From your Search Results (screenshot 1) navigate to the Help pages for phangorn::parsimony and take a look at the description of functions.
Okay, here you can see that some functions are used for data (i.e., your character matrix) while others are used for trees.
Before lab you estimated a Fitch parsimony tree from your Caminalcule character matrix using the random.addition function for estimating a ‘starting tree’. A starting tree is used in more complex analyses to reduce tree search time (ask me for details), but it does not sufficiently account for all of the most-parsimonious solutions.
Today, we will use a method to help us find the best (most-parsimonious) tree without having to conduct an exhaustive search.
Exhaustive (brute-force):
How many solutions can we expect to find in an exhaustive search?
For 3 taxa?
For 5 taxa?
For 30 taxa? 4.524 x 1013
Wow! See Felsenstein Inferring Phylogenies, 32
The parsimony ratchet (Nixon, 1999) is an iterative search to help prevent getting stuck in local optima.

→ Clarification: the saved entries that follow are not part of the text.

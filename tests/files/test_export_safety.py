"""Export never replaces a user's files and is all or nothing (the program's own contract)."""

from __future__ import annotations

import pytest

from bridgeopt import InputError
from bridgeopt.files import export as export_module
from bridgeopt.files.export import EXPORT_RECORD, export_design
from bridgeopt.files.scenario import parse_scenario
from bridgeopt.solver.layout import optimize_layout

SCENARIO = {"name": "Brackwater Ford (fictional)", "material": {"preset": "steel"},
            "bridge": {"span": 400.0, "rise": 100.0, "depth": 40.0, "deck_load": 1.0e5,
                       "divisions": 8}}


@pytest.fixture(scope="module")
def design():
    return optimize_layout(parse_scenario(SCENARIO).problem)


def test_a_users_file_at_an_export_name_is_kept(design, tmp_path):
    (tmp_path / "members.csv").write_text("my own table\n")
    with pytest.raises(InputError) as err:
        export_design(design, tmp_path)
    assert err.value.field == "--output" and "members.csv" in str(err.value)
    assert "--force" in str(err.value)
    assert (tmp_path / "members.csv").read_text() == "my own table\n"
    assert sorted(p.name for p in tmp_path.iterdir()) == ["members.csv"]
    export_design(design, tmp_path, force=True)
    assert (tmp_path / "members.csv").read_text() != "my own table\n"


def test_an_earlier_export_is_replaced_without_force(design, tmp_path):
    first = export_design(design, tmp_path, ["csv"])
    again = export_design(design, tmp_path, ["csv", "svg"])
    assert [p.name for p in first] == ["members.csv", "nodes.csv", "README.txt"]
    assert {p.name for p in again} <= {p.name for p in tmp_path.iterdir()}
    assert "design.svg" in (tmp_path / EXPORT_RECORD).read_text().split()


def test_a_failed_write_leaves_the_folder_as_it_was(design, tmp_path, monkeypatch):
    export_design(design, tmp_path)
    before = {p.name: p.read_bytes() for p in tmp_path.iterdir()}

    def broken(*args, **kwargs):
        raise OSError(28, "No space left on device")

    other = optimize_layout(parse_scenario({**SCENARIO, "bridge": {**SCENARIO["bridge"],
                                                                   "span": 500.0}}).problem)
    monkeypatch.setattr(export_module, "write_dxf", broken)
    with pytest.raises(OSError):
        export_design(other, tmp_path)   # another design: its CSV and SVG would differ
    after = {p.name: p.read_bytes() for p in tmp_path.iterdir()}
    assert after == before          # nothing half-written, no temporary folder left


@pytest.mark.parametrize("edit,field,valid", [
    (lambda d: d["members"][0].update(start=10_000), "design JSON members[0].start",
     "a node index from 0 to"),
    (lambda d: d["members"][1].update(end=-1), "design JSON members[1].end", "a node index"),
    (lambda d: d["nodes"][2].update(x=float("nan")), "design JSON nodes[2]", "finite x and z"),
    (lambda d: d.pop("members"), "design JSON key 'members'", "present, as bridgeopt wrote it"),
    (lambda d: d["members"][0].pop("sense"), "design JSON key 'sense'", "present"),
], ids=["bad index", "negative index", "nan coordinate", "missing members", "missing sense"])
def test_a_hand_edited_design_json_is_one_clear_error(design, tmp_path, edit, field, valid):
    import json

    from bridgeopt.files.export import read_design_json

    export_design(design, tmp_path, ["json"])
    data = json.loads((tmp_path / "design.json").read_text())
    edit(data)
    (tmp_path / "edited.json").write_text(json.dumps(data))
    with pytest.raises(InputError) as err:
        read_design_json(tmp_path / "edited.json")
    assert err.value.field == field and valid in str(err.value)
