"""Export of a solved design: CSV and JSON round-trips, SVG as XML, DXF re-read with ezdxf.

Checks compare the files with the in-memory design they were written from; the
drawing conventions (one layer or group per element group, curved members as
polylines) are this project's own (docs/formats.md).
"""

from __future__ import annotations

import json
import subprocess
import sys
import xml.etree.ElementTree as ET
from collections import defaultdict

import numpy as np
import pandas as pd
import pytest

from bridgeopt import InputError
from bridgeopt.cautions import CAUTION_LINES, CAUTIONS
from bridgeopt.files.drawing import NOTES_LAYER, layer_name
from bridgeopt.forms import solve_form
from bridgeopt.files.export import design_from_dict, export_design, read_design_json
from bridgeopt.files.scenario import parse_scenario

SCENARIO = {
    "name": "Orrin Gap suspension option",   # a fictional crossing
    "bridge": {"span": 800.0, "rise": 200.0, "depth": 40.0, "deck_load": 1.5e5,
               "divisions": 10},
    "material": {"preset": "steel"},
    "form": {"type": "suspension"},
}
SVG = "{http://www.w3.org/2000/svg}"


@pytest.fixture(scope="module")
def exported(tmp_path_factory):
    scenario = parse_scenario(SCENARIO)
    form = solve_form(scenario.bridge, scenario.form)
    folder = tmp_path_factory.mktemp("export")
    written = export_design(form.design, folder, scenario=scenario, form=form)
    return form.design, folder, written


def test_every_file_is_written(exported):
    _, folder, written = exported
    names = sorted(p.name for p in written)
    assert names == sorted(["members.csv", "nodes.csv", "design.json", "design.svg",
                            "design.dxf", "README.txt"])
    readme = (folder / "README.txt").read_text()
    assert all(line in readme for line in CAUTION_LINES)


def test_csv_round_trip(exported):
    design, folder, _ = exported
    members = pd.read_csv(folder / "members.csv")
    expected = design.to_frame()
    assert list(members["id"]) == list(range(len(expected)))
    pd.testing.assert_frame_equal(members.drop(columns="id"), expected, check_exact=False,
                                  rtol=1e-15, check_dtype=False)
    nodes = pd.read_csv(folder / "nodes.csv")
    pd.testing.assert_frame_equal(nodes.drop(columns="id"), design.nodes_frame(),
                                  check_exact=False, rtol=1e-15, check_dtype=False)


def test_json_round_trip(exported):
    design, folder, _ = exported
    back = read_design_json(folder / "design.json")
    assert back.volume == design.volume and back.weight == design.weight
    assert back.problem == design.problem
    np.testing.assert_array_equal(back.nodes, design.nodes)
    for name in ("start", "end", "sense", "group", "volume", "sag", "horizontal_force",
                 "force_start", "force_end"):
        np.testing.assert_array_equal(getattr(back.members, name),
                                      getattr(design.members, name), err_msg=name)
    for a, b in zip(back.members.curves, design.members.curves):
        np.testing.assert_array_equal(a, b)
    np.testing.assert_array_equal(back.loads, design.loads)
    data = json.loads((folder / "design.json").read_text())
    assert data["caution"] == CAUTIONS
    assert data["volume_ratio"] == pytest.approx(design.volume / data["reference_volume"])


def test_json_that_is_not_a_design_is_refused():
    with pytest.raises(InputError):
        design_from_dict({"nodes": [], "members": []})


def test_svg_is_valid_xml_with_one_polyline_per_member(exported):
    design, folder, _ = exported
    root = ET.parse(folder / "design.svg").getroot()
    assert root.tag == f"{SVG}svg"
    lines = root.findall(f".//{SVG}polyline")
    assert len(lines) == len(design.members)
    groups = {g.get("data-group") for g in root.findall(f"{SVG}g") if g.get("data-group")}
    assert groups == set(design.members.group.tolist())
    text = " ".join(t.text or "" for t in root.iter(f"{SVG}tspan"))
    assert "Not checked: buckling" in text


def _dxf_polylines(path):
    import ezdxf

    doc = ezdxf.readfile(path)
    out = defaultdict(list)
    notes = []
    for e in doc.modelspace():
        if e.dxftype() == "LINE":
            out[e.dxf.layer].append(np.array([tuple(e.dxf.start)[:2], tuple(e.dxf.end)[:2]]))
        elif e.dxftype() == "LWPOLYLINE":
            out[e.dxf.layer].append(np.array([p[:2] for p in e.get_points()]))
        elif e.dxftype() == "MTEXT":
            notes.append((e.dxf.layer, e.text))
    return doc, out, notes


def _key(points: np.ndarray) -> tuple:
    return tuple(np.round(points.ravel(), 6))


def test_dxf_round_trip_same_geometry_per_layer(exported):
    design, folder, _ = exported
    doc, layers, notes = _dxf_polylines(folder / "design.dxf")
    m = design.members
    expected = defaultdict(list)
    for i in range(len(m)):
        expected[layer_name(m.group[i])].append(np.asarray(m.curves[i]))
    assert set(layers) == set(expected)
    for layer, curves in expected.items():
        got = sorted(_key(c) for c in layers[layer])
        want = sorted(_key(c) for c in curves)
        assert len(got) == len(want), layer
        for g, w in zip(got, want):
            np.testing.assert_allclose(g, w, rtol=0, atol=1e-9 * 800)
    # the suspension cable sags under its own weight: drawn as polylines, not lines
    assert any(len(c) > 2 for c in layers[layer_name("cable")])
    assert any(layer == NOTES_LAYER and "Not checked: buckling" in text.replace("\\P", " ")
               for layer, text in notes)
    assert doc.header["$INSUNITS"] == 6   # metres


@pytest.mark.slow
def test_cli_export_from_a_scenario_and_from_json(tmp_path):
    scenario = tmp_path / "s.toml"
    scenario.write_text('name = "Orrin Gap"\n[bridge]\nspan = 400.0\nrise = 100.0\n'
                        'depth = 40.0\ndeck_load = 1.0e5\ndivisions = 8\n'
                        '[material]\npreset = "steel"\n')
    run = subprocess.run([sys.executable, "-m", "bridgeopt", "export", str(scenario), "-o",
                          str(tmp_path / "a")], capture_output=True, text=True, timeout=120)
    assert run.returncode == 0, run.stderr
    assert CAUTION_LINES[3] in run.stdout
    again = subprocess.run([sys.executable, "-m", "bridgeopt", "export",
                            str(tmp_path / "a" / "design.json"), "-o", str(tmp_path / "b"),
                            "--formats", "csv,svg"], capture_output=True, text=True, timeout=120)
    assert again.returncode == 0, again.stderr
    assert (tmp_path / "b" / "members.csv").read_text() == \
        (tmp_path / "a" / "members.csv").read_text()
    assert not (tmp_path / "b" / "design.dxf").exists()
    bad = subprocess.run([sys.executable, "-m", "bridgeopt", "export", str(scenario), "-o",
                          str(tmp_path / "c"), "--formats", "pdf"], capture_output=True,
                         text=True, timeout=120)
    assert bad.returncode == 2 and "--formats" in bad.stderr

Recall that the tree we generated with random.addition was called tree. This time, we will generate a set of most-parsimonious trees using pratchet and name it something more informative, like pars.rat. Examine the arguments in the command below, then copy the command into your R console to execute the analysis.
pars.rat <- pratchet(cam1, start=NULL, method=”fitch”, maxit=1000, k=10, trace=1, all=TRUE, rearrangements=”SPR”)
That was fast! What if we increase the number of rounds before the ratchet is stopped when there is no improvement (k)? Use the “up” arrow key on your keyboard to invoke the last command and change k to 50. Did this change the computation time?
Repeat the last step again; invoke the command using your arrow key and set maxit to 10000 and k=10. Note that each time you make an object called pars.rat you are over-writing the previous object you made with the same name.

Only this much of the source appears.